22 Jan 2021 - Magdalena Gayà, CIBIO–InBIO | 15h30
Genomic variation and signals of positive selection in Mozambique

The Bantu expansion started ~5000 BP in West Central Africa. Understanding the genetic relationships among Bantu-speaking groups is important to better understand questions about the Bantu dispersal and migration routes that remain unclear. Mozambique is at the southern edge of the eastern route, and thus, is key to shed light on the migration routes of the Bantu expansion. In a recent work of our group, we analysed ~1.9M SNPs for 200 individuals from 12 Mozambican and 3 Angolan populations. Our results favour the "late split” model between West and East Bantu speakers, following a joint passage through the rainforest. We also found that East Bantu speakers from Mozambique presented a North-South gradient of genetic diversity, where Southern Mozambican groups presented the lowest values, indicating a rapid North-South migration route along the Indian Ocean Coast.
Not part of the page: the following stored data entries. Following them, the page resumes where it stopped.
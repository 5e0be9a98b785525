"""The canonical in-memory track model, and reading it from any importer's table.

Tracks are read through an importer plugin (raw columns), then mapped, converted to SI,
sorted and validated here, once, for every importer.

Reading streams whenever the importer offers ``iter_batches`` (Parquet row groups, CSV
chunks): a first pass looks at the particle ids only, to learn whether each particle's rows
are contiguous. If they are, particles are handed on as soon as their last row has been
read. If not, the validated rows are re-partitioned once into a temporary Parquet dataset
bucketed by particle id and read back bucket by bucket. Either way only about one batch
(or one bucket) of rows is in memory at a time.
"""

from __future__ import annotations

import collections
import dataclasses
import math
import os
import pathlib
import stat
import tempfile
from collections.abc import Iterable, Iterator, Mapping, Sequence

import numpy as np
from scipy import constants

from .errors import PluginError, TrackError, UnitError
from .registry import contained
from .units import to_si, unit_factor
from .wording import plural

REQUIRED_COLUMNS = ("particle", "t", "x", "y", "z")
MOMENTUM_COLUMNS = ("ux", "uy", "uz")
OPTIONAL_COLUMNS = ("charge", "weight")
CANONICAL_COLUMNS = REQUIRED_COLUMNS + MOMENTUM_COLUMNS + OPTIONAL_COLUMNS
DIMENSIONS = {"particle": None, "t": "time", "x": "length", "y": "length", "z": "length",
              "ux": "dimensionless", "uy": "dimensionless", "uz": "dimensionless",
              "charge": "charge", "weight": "dimensionless"}
BUCKET_ROWS = 1_000_000  # rows held in memory at once when a file must be re-partitioned
_ROW = "row"  # internal column: data row in the file, from 1, header excluded
_NAN_SPELLINGS = {"nan", "-nan", "+nan", "inf", "-inf", "+inf", "infinity", "-infinity"}
INT64_MAX = np.iinfo(np.int64).max
EXACT_FLOAT_INT = 2**53  # every integer up to this magnitude is exact in a float64
# Largest |ux|, |uy|, |uz| read: γ = 1e12 is an electron of 5e17 eV or a proton of 9e20 eV,
# beyond any accelerator and any cosmic ray seen; a larger value is a unit mistake (and its
# square would leave the floating-point range on the way to γ).
MAX_MOMENTUM = 1e12


@dataclasses.dataclass(frozen=True, eq=False)
class Track:
    """One particle's sampled trajectory, in SI units.

    t_s: (n,) source times, strictly increasing.  position_m: (n, 3).
    u: (n, 3) normalized momentum γβ, or None when the file has none.
    charge_c: charge of one physical particle.  weight: physical particles it stands for.
    The arrays are the track's own (never views of a larger batch of rows).
    """

    particle: int
    t_s: np.ndarray
    position_m: np.ndarray
    u: np.ndarray | None
    charge_c: float
    weight: float = 1.0
    u_offset_s: float | None = None  # ux, uy, uz were sampled at t + u_offset_s (None: 0)

    @property
    def n_samples(self) -> int:
        return int(self.t_s.shape[0])


class Tracks(Sequence):
    """The tracks of one file.

    Built by `read_tracks` it holds every `Track`, sorted by particle id. Built by
    `open_tracks` it holds none: iteration and `iter_chunks` stream them from the file
    again (ascending id within each batch of the file; indexing reads them all once).

    importer: which importer read them, "name (distribution version)", or None.
    u_offset_s: the importer's offset of the momentum samples (ux, uy, uz sampled at
    t + u_offset_s), or None when the importer gave none.
    """

    def __init__(self, tracks, *, path=None, n_rows=None, has_momentum=None, importer=None,
                 u_offset_s=None):
        self.path = pathlib.Path(path) if path is not None else None
        self.importer, self.u_offset_s = importer, u_offset_s
        self.warnings: list[str] = []  # for run.json, filled by the caller (runner)
        self._stream = None
        self._tracks = sorted(tracks, key=lambda tr: tr.particle)
        self.n_particles = len(self._tracks)
        self.n_rows = (int(n_rows) if n_rows is not None
                       else sum(tr.n_samples for tr in self._tracks))
        self.has_momentum = (bool(has_momentum) if has_momentum is not None
                             else any(tr.u is not None for tr in self._tracks))

    @classmethod
    def streaming(cls, stream, *, n_particles, **facts) -> Tracks:
        """Tracks that call `stream()` for a fresh iterator of Track on every pass; `facts`
        are the keyword arguments of the constructor (path, n_rows, ...)."""
        tracks = cls((), **facts)
        tracks._tracks, tracks._stream, tracks.n_particles = None, stream, int(n_particles)
        return tracks

    @property
    def streamed(self) -> bool:
        """True when the tracks are read from the file on every pass."""
        return self._tracks is None

    def __len__(self) -> int:
        return self.n_particles

    def __iter__(self) -> Iterator[Track]:
        return iter(self._tracks) if self._tracks is not None else self._stream()

    def __getitem__(self, index):
        if self._tracks is None:
            self._tracks = sorted(self._stream(), key=lambda tr: tr.particle)
        return self._tracks[index]

    def iter_chunks(self, n_particles: int) -> Iterator[list[Track]]:
        """Lists of at most `n_particles` tracks, for the engine to process in turn."""
        if n_particles < 1:
            raise ValueError(f"n_particles must be at least 1, got {n_particles}")
        chunk = []
        for track in self:
            chunk.append(track)
            if len(chunk) == n_particles:
                yield chunk
                chunk = []
        if chunk:
            yield chunk

    def __repr__(self) -> str:
        mode = "streamed" if self.streamed else "in memory"
        return (f"Tracks({self.path}, {self.n_particles} particles, {self.n_rows} rows, "
                f"{mode})")


def read_tracks(path, *, format=None, columns=None, units=None, charge=None, min_samples=2,
                registry=None, options=None, particle_range=None) -> Tracks:
    """Read and validate every track of the file at `path` (all held in memory).

    format: importer name (default: the one claiming the file's suffix).
    columns: canonical name -> column name in the file (a canonical name whose own name
    another one is mapped to is not read under that name).  units: canonical name -> unit
    string of that column.  charge: per physical particle when the file has no charge
    column, in C or as a string with a unit ("-1 e").  min_samples: fewest samples a
    particle may have (2: a shorter track's spline has a lower degree, `Motion.degree_used`).
    options: further [tracks] keys, passed to the importer.
    particle_range: (low, high) reads only the particles with low <= id <= high.
    Raises TrackError naming file, column, particle and row or time for any bad input.
    """
    reader = _Reader(path, format=format, columns=columns, units=units, charge=charge,
                     min_samples=min_samples, registry=registry, options=options,
                     particle_range=particle_range)
    tracks = list(reader.iter_tracks())
    return Tracks(tracks, **reader.facts())


def open_tracks(path, *, visit=None, **read_options) -> Tracks:
    """Validate the file at `path` in one streaming pass and return `Tracks` that stream
    from it again on every iteration (bounded memory). `visit(track)`, when given, sees
    every track of that pass (so a caller needs no pass of its own for, e.g., the tracks'
    ends). Options as for `read_tracks`."""
    reader = _Reader(path, **read_options)
    n_particles = 0
    for track in reader.iter_tracks():
        n_particles += 1
        if visit is not None:
            visit(track)
    return Tracks.streaming(lambda: _Reader(path, **read_options).iter_tracks(),
                            n_particles=n_particles, **reader.facts())


def iter_tracks(path, *, bucket_rows=BUCKET_ROWS, **read_options) -> Iterator[Track]:
    """Validated tracks of the file at `path`, one by one, with bounded memory.

    Options as for `read_tracks`; `bucket_rows` is how many rows of a file not grouped by
    particle are re-partitioned into each temporary bucket (and held in memory at once).
    """
    return _Reader(path, bucket_rows=bucket_rows, **read_options).iter_tracks()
In addition of understanding the genetic variation of these populations, we have also performed analysis to detect genomic regions in these populations that have sings of positive selection by using different statistics that were combined in a Fisher score test. These regions can give us clues about the adaptation that these populations had to face when going southwards and encountering new environments.
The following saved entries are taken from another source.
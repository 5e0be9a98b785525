"""SPEC's fields and spectra tables, built column by column with numpy: every float
column is written once, straight from the engine's arrays into one preallocated block
(rows of the block are columns; pandas keeps it without a copy), with no per-point frames,
no per-row Python and no intermediate copies. The observer column is a pandas
Categorical: Parquet stores it dictionary-encoded, CSV as plain strings."""

from __future__ import annotations

import numpy as np
import pandas as pd

from .kernels import layout

FIELD_COLUMNS = ("Ex", "Ey", "Ez", "Bx", "By", "Bz")
SPECTRUM_COLUMNS = ("Ex_re", "Ex_im", "Ey_re", "Ey_im", "Ez_re", "Ez_im")


def observer_column(names, counts) -> pd.Categorical:
    """Group names[i] repeated counts[i] times, as a Categorical of the names in order."""
    categories = list(dict.fromkeys(names))
    codes = np.repeat(np.array([categories.index(name) for name in names], dtype=np.int32),
                      np.asarray(counts, dtype=np.int64))
    return pd.Categorical.from_codes(codes, categories=categories)


def _assemble(names, counts, block, floats, others) -> pd.DataFrame:
    """The table: observer, then the columns in the order of `others` (name -> array or
    None for a row of `block`) whose float ones are the rows of `block`, named `floats`."""
    table = pd.DataFrame(block.T, columns=list(floats), copy=False)
    table.insert(0, "observer", observer_column(names, counts))
    for position, (key, values) in enumerate(others.items(), start=1):
        if values is not None:
            table.insert(position, key, values)
    return table


def frame(names, counts, parts) -> pd.DataFrame:
    """A table of groups `names` with counts[i] rows each: observer, then the columns of
    `parts` (one dict {column: array} per group, in the same order), filled group after
    group into one preallocated array per column; a float column some groups lack is NaN
    in their rows."""
    keys = list(dict.fromkeys(key for part in parts for key in part))
    dtypes = {key: next(np.asarray(part[key]).dtype for part in parts if key in part)
              for key in keys}
    floats = [key for key in keys if dtypes[key] == np.float64]
    ends = np.cumsum([0, *counts])
    block = np.empty((len(floats), int(ends[-1])))
    others = {key: None if key in floats else np.empty(int(ends[-1]), dtype=dtypes[key])
              for key in keys}
    for part, start, stop in zip(parts, ends[:-1], ends[1:], strict=True):
        for key in keys:
            out = block[floats.index(key)] if key in floats else others[key]
            out[start:stop] = part[key] if key in part else np.nan
    return _assemble(names, counts, block, floats, others)


def _fill_fields(result, block, points) -> None:
    """Write one GroupFields into `block` (rows t, Ex … Bz) and `points`, point by point
    (bins past n_bins dropped), in one compiled pass (kernels/layout.py)."""
    n_bins = np.asarray(result.n_bins, dtype=np.int64)
    first_row = np.concatenate([[0], np.cumsum(n_bins)[:-1]]).astype(np.int64)
    layout.fill_fields(np.asarray(result.start_s, dtype=np.float64), float(result.step_s),
                       n_bins, result.e_v_per_m, result.b_t, first_row, block, points)


def fields_table(results) -> pd.DataFrame:
    """SPEC's fields table of the engine's GroupFields."""
    counts = [int(np.sum(r.n_bins)) for r in results]
    ends = np.cumsum([0, *counts])
    floats = ("t", *FIELD_COLUMNS)
    block = np.empty((len(floats), int(ends[-1])))
    points = np.empty(int(ends[-1]), dtype=np.int64)
    for result, start, stop in zip(results, ends[:-1], ends[1:], strict=True):
        _fill_fields(result, block[:, start:stop], points[start:stop])
    return _assemble([r.group.name for r in results], counts, block, floats,
                     {"point": points})


def spectra_table(accumulators) -> pd.DataFrame:
    """SPEC's spectra table of SpectrumAccumulators (one per group)."""
    parts = [a.columns() for a in accumulators]
    return frame([a.group.name for a in accumulators], [part["point"].size for part in parts],
                 parts)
Magdalena Gayà is a biologist working on human population genetics. In particular, she is interested in using genomic data to reconstruct the history of human populations and understanding their genetic adaptations. Magda Gayà did the PhD at the Universitat de Barcelona & Université Toulouse III) to investigate the genetic relationships of two Native American populations from Bolivia, integrating the genetic results in a linguistic and historical context. Afterwards, she did an MSc in Bioinformatics and carried out the project in an Evolutionary Genomics group (IMIM) searching for signatures of positive selection in the human lineage. From 2012 to 2014 she did a postdoc (Universitat Autònoma de Barcelona) working on a project focused on human polymorphic inversions, where she performed evolutionary genetics analysis. She joined CIBIO in December 2014 to work in the Human Evolutionary Genetics group led by Prof. Jorge Rocha to study the genetic variation of populations from Southern Africa to address several questions regarding the demographic history of this region. She is currently involved in projects focused on i) the genetic variation of different African regions, ii) the detection of positive selection signatures, and iii) the oral microbiome of diverse populations.